Work instructions -> Read through the entries below and copy each line where "carries" turns up.

** Opening Records to process block **

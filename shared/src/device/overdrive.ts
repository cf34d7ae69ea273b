import { type CurrentModel, GM_ID, ID, KERNEL_OUTPUTS, drainCurrentInto } from './drain-current.js';
import { EngineError } from './errors.js';
import { type ChannelTerms, LONG_CHANNEL } from './short-channel.js';
import { say, sayGmId } from './say.js';

/** The weak-inversion limit of gm/ID, 1/(n·UT): no bias gives more (both models). */
export function gmIdLimit(n: number, ut: number): number {
  return 1 / (n * ut);
}

/** The largest overdrive the solvers search, V: beyond it no transistor of this kind is biased. */
export const MAX_OVERDRIVE = 50;

const MAX_ITERATIONS = 200;
const scratch = new Float64Array(KERNEL_OUTPUTS);

/**
 * The overdrive VOV = VGS − VT at which a device of current factor beta (A/V²) carries id (A) at vds:
 * Newton's method on ln ID (slope gm/ID, analytic), kept inside a bracket that bisects when Newton
 * leaves it. Starts from the exact inverse of the saturated model. Converges to 1e-13 in ln ID.
 * Where the square law's tail and its square branch do not meet exactly (VDS of a few UT), it returns
 * the edge of the gap and the caller reports the current reached.
 */
export function overdriveForCurrent(model: CurrentModel, beta: number, n: number, ut: number, lambda: number, vds: number, id: number, terms: ChannelTerms = LONG_CHANNEL): number {
  const target = Math.log(id);
  let v = initialOverdrive(model, beta, n, ut, lambda, vds, id);
  let lo = -Infinity;
  let hi = Infinity;
  let best = v;
  let bestError = Infinity;
  for (let iteration = 0; iteration < MAX_ITERATIONS; iteration++) {
    drainCurrentInto(model, beta, n, ut, lambda, v, vds, scratch, terms);
    const error = scratch[ID] > 0 ? Math.log(scratch[ID]) - target : -Infinity;
    if (Math.abs(error) < bestError) {
      best = v;
      bestError = Math.abs(error);
    }
    if (bestError < 1e-13) return best;
    if (error < 0) lo = v;
    else hi = v;
    if (hi - lo <= 4e-16 * Math.max(1, Math.abs(v))) return best;
    let next = Number.isFinite(error) ? v - error / scratch[GM_ID] : Number.NaN;
    if (!(next > lo && next < hi)) {
      if (Number.isFinite(lo) && Number.isFinite(hi)) next = 0.5 * (lo + hi);
      else if (Number.isFinite(lo)) next = v + Math.max(0.5, Math.abs(v));
      else next = v - Math.max(0.5, Math.abs(v));
    }
    v = next;
  }
  throw new EngineError('SOLVER_DID_NOT_CONVERGE', `The solver did not find the VGS that carries ${id} A; please report these inputs`, 'id');
}

function initialOverdrive(model: CurrentModel, beta: number, n: number, ut: number, lambda: number, vds: number, id: number): number {
  const a = 2 * n * ut;
  const m = 1 + lambda * vds;
  const p = 0.5 * beta * a * a * m;
  if (model === 'square-law') {
    const strong = Math.sqrt((2 * id) / (beta * m));
    if (strong >= a) return strong;
    return a + (a / 2) * Math.log(id / (p * -Math.expm1(-vds / ut)));
  }
  const softplus = Math.sqrt((id * n) / p);
  const x = softplus > 30 ? softplus : Math.log(Math.expm1(softplus));
  return Number.isFinite(x) ? a * x : 0;
}

/**
 * The overdrive at which the device has the given gm/ID (1/V) at vds; gm/ID does not depend on W.
 * gm/ID ≥ 1/(n·UT) is refused (GM_ID_ABOVE_WEAK_INVERSION_LIMIT), as is a gm/ID so low it needs VOV
 * above 50 V (GM_ID_TOO_LOW). All-region: Newton on gm/ID in x = VOV/(2nUT) inside a bisecting bracket;
 * square law: closed form (2/gm·ID in saturation, 1/(gm/ID) + VDS/2 in triode).
 */
export function overdriveForGmId(model: CurrentModel, n: number, ut: number, vds: number, gmId: number, terms: ChannelTerms = LONG_CHANNEL): number {
  const limit = gmIdLimit(n, ut);
  if (!(gmId < limit)) {
    throw new EngineError(
      'GM_ID_ABOVE_WEAK_INVERSION_LIMIT',
      `gm/ID = ${sayGmId(gmId)} is above the weak-inversion limit 1/(n·UT) = ${sayGmId(limit)} at this temperature and VSB (n = ${n.toPrecision(4)}); no bias reaches it`,
      'gmId',
    );
  }
  return model === 'square-law' ? squareLawOverdriveForGmId(n, ut, vds, gmId) : allRegionOverdriveForGmId(n, ut, vds, gmId, terms);
}

function squareLawOverdriveForGmId(n: number, ut: number, vds: number, gmId: number): number {
  const saturated = 2 / gmId;
  const vov = vds >= saturated ? saturated : 1 / gmId + vds / 2;
  if (vov < 2 * n * ut) {
    throw new EngineError(
      'GM_ID_NOT_REACHABLE',
      `With the square law at VDS = ${say(vds, 'V')}, gm/ID = ${sayGmId(gmId)} falls where its triode branch meets its exponential tail; raise VDS or use the all-region model`,
      'gmId',
    );
  }
  return checkOverdrive(vov, gmId);
}

function gmIdAt(a: number, n: number, ut: number, vds: number, x: number, terms: ChannelTerms): number {
  drainCurrentInto('all-region', 1, n, ut, 0, a * x, vds, scratch, terms);
  return scratch[GM_ID];
}

function allRegionOverdriveForGmId(n: number, ut: number, vds: number, gmId: number, terms: ChannelTerms): number {
  const a = 2 * n * ut;
  const xMax = MAX_OVERDRIVE / a;
  if (gmIdAt(a, n, ut, vds, xMax, terms) > gmId) return checkOverdrive(Infinity, gmId);
  const t = (gmId * a) / 2;
  let x = t <= 0.5 ? 1 / t : Math.log(2 * (1 - t));
  let lo = -Infinity;
  let hi = xMax;
  for (let iteration = 0; iteration < MAX_ITERATIONS; iteration++) {
    const g = gmIdAt(a, n, ut, vds, x, terms);
    const error = g - gmId;
    if (Math.abs(error) <= 1e-12 * gmId) return a * x;
    if (error > 0) lo = x;
    else hi = x;
    if (hi - lo <= 1e-15 * Math.max(1, Math.abs(x))) return a * x;
    const step = 1e-7 * Math.max(1, Math.abs(x));
    const slope = (gmIdAt(a, n, ut, vds, x + step, terms) - g) / step;
    let next = slope < 0 ? x - error / slope : Number.NaN;
    if (!(next > lo && next < hi)) next = Number.isFinite(lo) ? 0.5 * (lo + hi) : x - Math.max(1, Math.abs(x));
    x = next;
  }
  throw new EngineError('SOLVER_DID_NOT_CONVERGE', `The solver did not find the overdrive for gm/ID = ${gmId} /V; please report these inputs`, 'gmId');
}

function checkOverdrive(vov: number, gmId: number): number {
  if (vov > MAX_OVERDRIVE) {
    throw new EngineError('GM_ID_TOO_LOW', `gm/ID = ${sayGmId(gmId)} needs an overdrive above ${MAX_OVERDRIVE} V; choose a larger gm/ID`, 'gmId');
  }
  return vov;
}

** Closing Records to process block **

Exercise result ->
 * The overdrive VOV = VGS − VT at which a device of current factor beta (A/V²) carries id (A) at vds:
  throw new EngineError('SOLVER_DID_NOT_CONVERGE', `The solver did not find the VGS that carries ${id} A; please report these inputs`, 'id');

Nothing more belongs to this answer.